All this being said, these characteristics make perfect sense, if you’re a nosologist trying to classify the clinical situation in a given patient encounter, which stands to reason since that’s what ICD was originally built for. Well, that’s my condensed summary, much less than two hours. Let me know if you want the longer, more scenic version. I can make that happen. Now, what have we learned? We have determined that ICD-10 C.M. is a book of codes. It is meant to statistically classify causes of mortality, and also causes of morbidity. Oh yeah, and drive proper reimbursement… And support clinical decision support… Wait, I almost forgot, quality measures and population health, And it’s heavy enough that you can kill a large spider with it before you suffer from the toxic effect of its venom, which can be found as one of the codes under “T63” if you want to look it up.

Now, the point of this podcast is not to criticize ICD-10. As someone who has worked with healthcare content development for over 20 years, I appreciate and respect how much work goes into creating, maintaining, and evolving content. I have a great deal of respect for the standards and the people that curate them as well. I’m pretty impressed with the history of ICD, all things considered, and can only imagine the benefits that it has brought medical science over the last 250 years. The real issue I have is how we use it and what we use it for. The bottom line is ICD is, first and foremost, a classification system, not a terminology. It is a rigid mono-hierarchy with concatenated terms that make it difficult to document discreet details about the patient. When you look at patient information, as we evolve into a model that is more about understanding what’s happening with the patient and less about how we get paid for it, we need to make a shift from the chicken to the egg, so to speak.

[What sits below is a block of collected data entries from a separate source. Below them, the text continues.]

"""Times as the people of a machine read them: local, with the zone named on screen."""

from __future__ import annotations

from collections.abc import Iterable, Mapping
from datetime import UTC, datetime, timedelta
from typing import Any
from zoneinfo import ZoneInfo


class LocalTimes:
    """Times of shots in the zones of their machines.

    Parameters
    ----------
    zones : mapping of str to str
        IANA zone of each machine; a machine that is not named here is shown in UTC.
    """

    def __init__(self, zones: Mapping[str, str]) -> None:
        self._zones = {machine: ZoneInfo(zone) for machine, zone in zones.items()}
        self._names = dict(zones)

    def zone(self, machine: str | None = None) -> ZoneInfo:
        """Return the zone of a machine; without a name, the one zone there is, or UTC."""
        if machine is None:
            names = set(self._names.values())
            return ZoneInfo(names.pop()) if len(names) == 1 else ZoneInfo("UTC")
        return self._zones.get(machine, ZoneInfo("UTC"))

    def local(self, at: Any, machine: str | None = None) -> datetime:
        """Return an aware time in the machine's zone; pandas' timestamps are accepted."""
        moment = at.to_pydatetime(warn=False) if hasattr(at, "to_pydatetime") else at
        aware: datetime = moment if moment.tzinfo else moment.replace(tzinfo=UTC)
        return aware.astimezone(self.zone(machine))

    def full(self, at: Any, machine: str | None = None) -> str:
        """Return date, time and zone: ``2026-10-05 21:14:03 CEST``."""
        return f"{self.local(at, machine):%Y-%m-%d %H:%M:%S %Z}"

    def stamp(self, at: Any, machine: str | None = None) -> str:
        """Return the time for machines to read, local with offset: ``2026-10-05T21:14:03+02:00``."""
        return self.local(at, machine).isoformat(timespec="seconds")

    def note(self, machines: Iterable[str | None]) -> str:
        """Return the sentence that names the zone or zones of a table."""
        named = sorted({str(self.zone(machine)) for machine in machines})
        return (
            f"times in {named[0]}" if len(named) == 1 else "times local to each machine: " + ", ".join(named)
        )


def compact(moments: Iterable[datetime], *, seconds: bool = False) -> list[str]:
    """Return local times for one column: no year where all are of one, the zone where there are several.

    Parameters
    ----------
    moments : iterable of datetime
        Aware local times.
    seconds : bool
        Whether seconds are written.
    """
    listed = list(moments)
    pattern = "%m-%d %H:%M" if len({moment.year for moment in listed}) == 1 else "%Y-%m-%d %H:%M"
    pattern += ":%S" if seconds else ""
    if len({str(moment.tzinfo) for moment in listed}) > 1:
        pattern += " %Z"
    return [f"{moment:{pattern}}{offset_if_it_changes(moment)}" for moment in listed]


def offset_if_it_changes(moment: datetime) -> str:
    """Return `` +02:00`` for a local time of a night in which clocks are changed, else nothing.

    A night goes from noon to noon; its hour after midnight may come twice, and only the offset tells which it is.
    """
    noon = moment.replace(hour=12, minute=0, second=0, microsecond=0, fold=0)
    if moment.hour < 12:
        noon -= timedelta(days=1)
    if noon.utcoffset() == (noon + timedelta(days=1)).utcoffset():
        return ""
    return " " + moment.isoformat()[-6:]


def heading(moments: Iterable[datetime], name: str = "when") -> str:
    """Return the head of a column of `compact` times, with the year that they leave out."""
    years = {moment.year for moment in moments}
    return f"{name} ({years.pop()})" if len(years) == 1 else name


def parse_moment(text: str, zone: ZoneInfo) -> datetime:
    """Return the time a person typed: ISO 8601, a day alone meaning its midnight, without offset local.

    Raises
    ------
    ValueError
        If the text is not a day or a time.
    """
    try:
        moment = datetime.fromisoformat(text)
    except ValueError:
        raise ValueError(
            f"found {text!r}, wanted a day or a time like 2026-10-05 or 2026-10-05T21:14"
        ) from None
    return moment if moment.tzinfo else moment.replace(tzinfo=zone)
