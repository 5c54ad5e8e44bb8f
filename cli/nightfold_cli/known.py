"""Whether the names that a command was asked for are known to the store."""

from __future__ import annotations

from collections.abc import Iterable
from typing import TYPE_CHECKING

if TYPE_CHECKING:
    from nightfold.scans.scan import Scan
    from nightfold.store import Store
    from nightfold_cli.render import Screen


def check_machine(store: Store, name: str | None, screen: Screen) -> str | None:
    """Return the name of a machine as the store has it; None stands for all.

    A name that was merged into another machine's is taken for that one, and a remark says so.

    Raises
    ------
    NotFound
    """
    if name is None:
        return None
    known = store.machine(name)
    if known != name:
        screen.say(f"{name} is another name of {known}")
    return known


def check_parameter(store: Store, name: str | None, machine: str | None = None) -> None:
    """Refuse a parameter that no shot has; None stands for all.

    Raises
    ------
    NotFound
    """
    if name is not None:
        place = f"of {machine}" if machine else "in this store"
        _check("parameter", name, store.parameters(machine)["name"].tolist(), place)


def check_sequence(name: str | None, known: Iterable[str]) -> None:
    """Refuse a sequence that is not among those known; None stands for all.

    Raises
    ------
    NotFound
    """
    if name is not None:
        _check("sequence", name, known, "in this store")


def check_observable(name: str | None, known: Iterable[str], where: str) -> None:
    """Refuse an observable that is not among those known; None stands for the main one.

    Raises
    ------
    NotFound
    """
    if name is not None:
        _check("observable", name, known, where)


def drawn_together(scan: Scan, asked: str | None) -> list[str]:
    """Return the observables to draw in one chart: the one asked for, or all clouds of one.

    Raises
    ------
    NotFound
    """
    from nightfold.card import without_cloud

    main = scan.main_observable
    if asked in scan.observables or (asked is None and main is None):
        return [] if asked is None else [asked]
    base = asked if asked is not None else without_cloud(main or "")
    clouds = [name for name in scan.observables if without_cloud(name) == base]
    if not clouds:
        check_observable(asked, scan.observables, f"in scan {scan.key}")
    return clouds


def _check(what: str, name: str, known: Iterable[str], where: str) -> None:
    """Refuse a name that is not among those known, and say which come close."""
    from nightfold.errors import NotFound
    from nightfold.ledger.selecting import near_miss

    names = list(dict.fromkeys(known))
    if name not in names:
        raise NotFound(f"{what} {name!r}: not {where}; {near_miss(name, names)}")
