"""Open the store that a command was pointed at, and say which it is."""

from __future__ import annotations

from argparse import Namespace
from collections.abc import Iterator
from contextlib import contextmanager
from typing import TYPE_CHECKING

from nightfold_cli.localtimes import LocalTimes, parse_moment
from nightfold_cli.render import Screen

if TYPE_CHECKING:
    from datetime import datetime

    from nightfold.store import Store


@contextmanager
def opened(args: Namespace, screen: Screen, *, create: bool = False) -> Iterator[Store]:
    """Open the store of the arguments and name it on the screen."""
    from nightfold.store import open_store

    with open_store(args.store, create=create) as store:
        screen.store(store.where)
        yield store


def local_times(store: Store) -> LocalTimes:
    """Return the local times of the store's machines."""
    return LocalTimes.of(store.cards())


def moment(text: str | None, store: Store, machine: str | None = None) -> datetime | None:
    """Return the time an option names, None for none; without an offset it is local to the machine.

    Raises
    ------
    UsageError
        If it is not a time.
    """
    from nightfold_cli.failures import UsageError

    if text is None:
        return None
    try:
        return parse_moment(text, local_times(store).zone(machine))
    except ValueError as error:
        raise UsageError(str(error)) from error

I believe we should document the patient’s clinical situation in higher resolution, closer to what a provider is thinking, and then automatically classify that information into the broader codes that drive reimbursement and statistics. I don’t think we can do this using a 250 year old classification list. I think we need to create primary clinical documentation using something different, like SNOMED C.T., or perhaps even something else, something more modern, modular, flexible. This is something we’ll need to figure out. We are approaching an important moment. We are just two years away from the international adoption of ICD-11. Now ICD-11 is more modern than ICD 10, but it is still a classification system; a complex classification system that embraces post coordinated modifiers and will definitely turn our world upside down. All I can suggest is, as we look forward to analytics, artificial intelligence, and machine learning ushering in a bold new era of precision medicine, we need to re-examine what we are building that foundation on. Most people believe that data quality begins with data entry, but that’s not entirely true. The most critical element of data quality is that the codes we use to build that information be fit for purpose. If they’re not, well, in the words of a Inigo Montoya, “I don’t think it means what you think it means.” Thank you so much for listening to this podcast. I hope you enjoyed the story of ICD-10. I look forward to any comments, suggestions, or recriminations you’d like to share. I am Charlie Harp and this has been the Informonster Podcast. Thanks for listening. Stay well.